道中、奥さんと友達は土に生えている草のことを話題にしていた。その名を呼び、食べられるとか食べられないとか言って、持参していたビニル袋にいくつか入れたりしている。

僕はといえば、草は「草」としか思えないので、代わりに関心のある空や雲や鳥を見ていた。ツバメがたくさん飛んでいて、うちの周りにいる鳥たちより断然速くてカッコ良かった。

このときの「草」情報の "入ってこなっぷり" について考えている。
奥さんと友達はあんなにキャイキャイ楽しそうだったのに、僕にはまったく響かなかった。それで空ばかり見ていたあの時間を。

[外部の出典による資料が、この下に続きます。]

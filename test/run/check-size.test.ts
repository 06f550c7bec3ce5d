import { expect, test } from 'vitest';
import { InputError } from '../../src/problems/input-error.ts';
import { runCase } from '../../src/run/run-case.ts';

/** A thousand kilometres on the level: 60,000 s at 60 km/h. */
const CASE = `track: {profile: [{length_m: 1000000, grade_pct: 0}]}
road: {grid_m: 100}
vehicle:
  mass: {kerb_kg: 125, rider_kg: 75}
  road_load: {cda_m2: 0.58, crr: 0.014}
  drive: {kind: force, peak_force_n: 320}
hold: {set_speed_kmh: 60}
candidates:
  - {name: a, kind: pi, kp_pct_per_kmh: 4, ti_s: 8, sample_s: 0.1}
  - {name: b, kind: pi, kp_pct_per_kmh: 4, ti_s: 8, sample_s: 0.2}
`;

function refusal(...overrides: readonly string[]): InputError {
  try {
    runCase({ file: 'case.yaml', read: () => new TextEncoder().encode(CASE), overrides });
  } catch (error) {
    expect(error).toBeInstanceOf(InputError);
    return error as InputError;
  }
  return expect.unreachable();
}

test('runs of more than 500 million samples are refused at the shortest sample time', () => {
  // 60 times as long at 1 km/h: 3.6e6 s, 7.2e9 samples of 0.5 ms and 1.8e7 of 0.2 s.
  const { message, code } = refusal('hold.set_speed_kmh=1', 'candidates.a.sample_s=0.0005');
  expect(code).toBe('run-too-long');
  expect(message).toBe(
    '--set candidates.a.sample_s=0.0005: candidates.a.sample_s: the runs over 1000.0 km would take too many samples (found about 7.2e+9 samples of all candidates; allowed: at most 500000000: a shorter road, fewer candidates, or a longer sample time)',
  );
  const slow = 'hold.changes=[{at_km: 999, set_speed_kmh: 1}]';
  expect(refusal(slow, 'candidates.b.sample_s=0.0005').problems[0]?.place.key).toBe('candidates.b.sample_s');
});

test('a series of every sample of more than two million rows is refused', () => {
  // 600,000 and 300,000 samples at 60 km/h, three times as many at 20 km/h.
  expect(refusal('output.series=full', 'hold.set_speed_kmh=20').message).toBe(
    '--set output.series=full: output.series: the tables would have too many rows (found about 2700000 rows of all candidates; allowed: at most 2000000: a shorter road, fewer candidates, or series: bins, or a longer sample time)',
  );
});

test('a run that crawls for longer than its set speed says is refused when that is known', () => {
  // 100 km at 60 km/h and 4 ms are 1,500,000 samples. But 70 N = 200 kg 9.80665 m/s2 0.014 + 1.225 kg/m3 0.58 m2 v^2 / 2
  // at 39.4 km/h: 2,284,000 samples.
  const { code } = refusal(
    'track.profile=[{length_m: 100000, grade_pct: 0}]',
    'output.series=full',
    'candidates.a.sample_s=0.004',
    'vehicle.drive.peak_force_n=70',
  );
  expect(code).toBe('series-too-long');
});

test('bins and segments of more than two million rows are refused', () => {
  const profile = 'track.profile=[{length_m: 1000000, grade_pct: 0}, {length_m: 1000000, grade_pct: 0}]';
  expect(refusal(profile, 'output.bin_m=1').message).toMatch(
    /^--set output\.bin_m=1: output\.bin_m: .*about 4000000 rows.*wider bins\)$/,
  );
  const long = `track.profile=[${Array.from({ length: 11 }, () => '{length_m: 1000000, grade_pct: 0}').join(', ')}]`;
  const { code, problems } = refusal(long, 'output.bin_m=100', 'segments={by: length, length_m: 10}');
  expect([code, problems[0]?.place.key]).toEqual(['too-many-segments', 'segments.length_m']);
});
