// The stories that README.md tells of the demo's cases, as the program finds them.

import { readFileSync } from 'node:fs';
import { expect, it } from 'vitest';
import { readVehicleFile } from '../../src/case/read-vehicle-file.ts';
import { vehicleOf } from '../../src/case/vehicle-of.ts';
import { runCase } from '../../src/run/run-case.ts';
import { throttleFor } from '../../src/vehicle/drive-law.ts';
import { equilibriumSpeeds } from '../../src/vehicle/equilibrium.ts';
import { requiredForce } from '../../src/vehicle/resistance.ts';

const routes = new URL('../../routes/', import.meta.url);
const run = (name: string, overrides: readonly string[] = []) =>
  runCase({ file: name, read: (file) => readFileSync(new URL(file, routes)), overrides });

it('surges on the descent over the fuel cut, and not without it', () => {
  const { cycles, candidates } = run('harrow-descent.yaml', ['requirements=[]']);
  expect(cycles.map(({ candidate, cause }) => [candidate, cause])).toEqual([['pi-brisk', 'fuel_cut']]);
  const [surge] = cycles;
  // The descent of 2400 m at 9 % begins at km 1.3.
  expect(surge!.from).toBeGreaterThan(1200);
  expect(surge!.to).toBeLessThan(3800);
  expect(surge!.to - surge!.from).toBeGreaterThan(1500);
  expect(candidates.every(({ result }) => result.status === 'completed')).toBe(true);
  expect(
    run('harrow-descent.yaml', ['vehicle.drive.fuel_cut.extra_drag_nm=0', 'requirements=[]']).cycles,
  ).toEqual([]);
});

it('loses the pass in fifth, and not in third', () => {
  const lost = (gear: number): number => {
    const { candidates } = run('harrow-wrong-gear.yaml', [
      `hold.gear=${gear}`,
      'candidates=[{name: pi-droop2, kind: pi, design: {droop_kmh: 2, grade_step_pct: 6, damping: 0.8, at_kmh: 60}}]',
      'requirements=[]',
    ]);
    const { bins, status } = candidates[0]!.result;
    expect(status).toBe('completed');
    return bins.errorMin.subarray(0, bins.size).reduce((least, error) => Math.min(least, error), 0);
  };
  expect(lost(5)).toBeLessThan(-20 / 3.6);
  expect(lost(3)).toBeGreaterThan(-5 / 3.6);
});

it('shifts where the rider planned it, and the hold resumes', () => {
  const { candidates } = run('harrow-shifts.yaml', [
    'candidates.0={name: given, kind: locked, throttle_pct: 100}',
    'requirements=[]',
  ]);
  const { shifts } = candidates[1]!.result;
  expect(shifts.map(({ from, to }) => [from, to])).toEqual([
    [4, 2],
    [2, 3],
    [3, 4],
  ]);
  const planned = [10200, 15200, 19600];
  shifts.forEach(({ distance, time, resumedAt }, i) => {
    expect(Math.abs(distance - planned[i]!)).toBeLessThan(2);
    // Half a second with the clutch open, two until the rider resumes.
    expect(resumedAt! - time).toBeCloseTo(2.5, 1);
  });
});

it('settles with a locked throttle at one speed on every hill, lower the steeper it is', () => {
  const speed = 60 / 3.6;
  const level = { grade: 0, headwind: 0, crosswind: 0, airDensity: 1.2, airTemperature: 288.15 };
  for (const name of ['proving-125.yaml', 'proving-125-cable.yaml', 'proving-belt.yaml']) {
    const text = readFileSync(new URL(`vehicles/${name}`, routes), 'utf8');
    const vehicle = vehicleOf(readVehicleFile(text, name));
    const { drive } = vehicle;
    const throttle = throttleFor(drive, drive.gear, speed, requiredForce(vehicle, speed, level), 1)!;
    let faster = Number.POSITIVE_INFINITY;
    for (let grade = -0.05; grade < 0.095; grade += 0.005) {
      const found = equilibriumSpeeds(vehicle, { ...level, grade }, throttle);
      expect(found, `${name} at ${grade}`).toMatchObject([{ stable: true }]);
      expect(found[0]!.speed).toBeLessThan(faster);
      faster = found[0]!.speed;
    }
    expect(faster).toBeGreaterThan(15 / 3.6);
  }
});

it('loses speed on a hill of 6 % with a throttle locked in place, and gets over it', () => {
  const { candidates } = run('one-hill.yaml');
  const [locked] = candidates;
  expect(locked!.result.status).toBe('completed');
  const { bins } = locked!.result;
  const least = bins.errorMin.subarray(0, bins.size).reduce((worst, error) => Math.min(worst, error), 0);
  expect(least).toBeLessThan(-15 / 3.6);
  expect(least).toBeGreaterThan(-35 / 3.6);
});

it('holds the speed with a belt wherever its drive can, and the gains of another do not', () => {
  const { candidates, requirements } = run('harrow-belt.yaml');
  expect(candidates.every(({ result }) => result.status === 'completed')).toBe(true);
  const verdicts = (name: string) =>
    requirements.filter(({ candidate }) => candidate === name).map(({ verdict }) => verdict);
  expect(verdicts('pi-droop')).toEqual(['met', 'met']);
  expect(verdicts('pi-shipped')).toContain('not met');
});

it('swings over the slack of a worn cable, and not with a new one', () => {
  const brisk = (...overrides: string[]) =>
    run('harrow-cable.yaml', [
      'candidates=[{name: pi-brisk, kind: pi, sample_s: 0.02, kp_pct_per_kmh: 4, ti_s: 2.5}]',
      'requirements=[]',
      ...overrides,
    ]).cycles.map(({ cause }) => cause);
  expect(brisk()).toContain('slack');
  expect(brisk('vehicle.actuator.slack_pct=0')).not.toContain('slack');
});

it('loses two up what it holds alone', () => {
  const { matrix } = run('harrow-matrix.yaml', ['matrix={loads: [solo, two_up], directions: [there, back]}']);
  const verdicts = (load: string) =>
    matrix!.cells
      .filter(({ combination }) => combination.load.label === load)
      .flatMap(({ findings }) => findings.map(({ verdict }) => verdict));
  expect(verdicts('solo')).toHaveLength(6);
  expect(verdicts('solo')).not.toContain('not met');
  expect(verdicts('two up').filter((verdict) => verdict === 'not met').length).toBeGreaterThanOrEqual(3);
});

it('is ridden by hand through the bends of the pass, and hold comes back behind them', () => {
  const { bends, candidates, transients, warnings } = run('harrow-rider.yaml', [
    'candidates=[{name: pi-droop2, kind: pi, design: {droop_kmh: 2, grade_step_pct: 6, damping: 0.8, at_kmh: 60}}]',
    'requirements=[]',
    'scheme=fast',
  ]);
  const [{ result, figures }] = candidates as [(typeof candidates)[number]];
  expect(result.status).toBe('completed');
  expect(figures.command_step_pct).toBeLessThan(0.5);
  // What the road does in the minute behind it counts as well.
  expect(figures.engage_sag_kmh).toBeLessThan(1);
  const ends = result.holdEvents!.filter(({ kind, cause }) => kind === 'ended' && cause === 'bend');
  expect(ends).toHaveLength(bends!.stops.length);
  // The stops on the climb, each braked for at 2 m/s2, at no more than 2.5 m/s2 to the side.
  for (const { from, to, curvature } of bends!.bends) {
    const { edge, size, speedMax } = result.bins;
    for (let i = 0; i < size; i++)
      if (edge[i]! >= from && edge[i + 1]! <= to)
        expect(speedMax[i]! * speedMax[i]! * curvature).toBeLessThan(2.5 * 1.05);
  }
  expect(warnings.filter(({ code }) => code === 'hold-does-not-belong')).toHaveLength(bends!.unfit.length);
  expect(transients.shown.map(({ event }) => event.kind)).toContain('override_ended');
});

でも、逆の立場になることもある。たとえばプロ野球のことは奥さんには響かない。ゲームも割とそうだ。音楽のことは多少響くけれど、その響き方はたぶんかなり違う。僕は「ないなんて考えられない」くらいだけれど、奥さんにとっては「なくても困らない」ものだったりする。

この違いってすごいことに思えて。だって、同じように生きているのに「あると認識されるもの」と「ないと認識されるもの」が違ってしまうわけだから。

僕にとって草は「草」で、言っちゃ悪いがなきに等しいものだ。でも奥さんにとっては名前があって味も分かっていて、料理のしかたまで思いついたりする。

僕が空をみるとき、君は草を見ている。

同じ景色を見ていても、僕と奥さんではどこを見ているかが違うし、奥行きもまったく違う。視覚的には同じ景色でも、僕には平面に、奥さんには立体的に見えていることは大いにありうるし、当然、その世界で体験することも変わってくる。

そして、こうも思う。
僕はきっと、この世界にはっきりと存在しているのに一切体験しないままで終わるものがたくさんあるのだろう、と。

それはすこし寂しい気がするが、草の響かなさって努力でどうにかできるもんでもない。プロ野球の好きさが努力して身につけたものでないように。

そんなふうに自分の意志や努力で身につけたものではないものに大いに影響されて、僕らは毎日を生きている。君と僕とで同じ世界に生きていると錯覚しながら。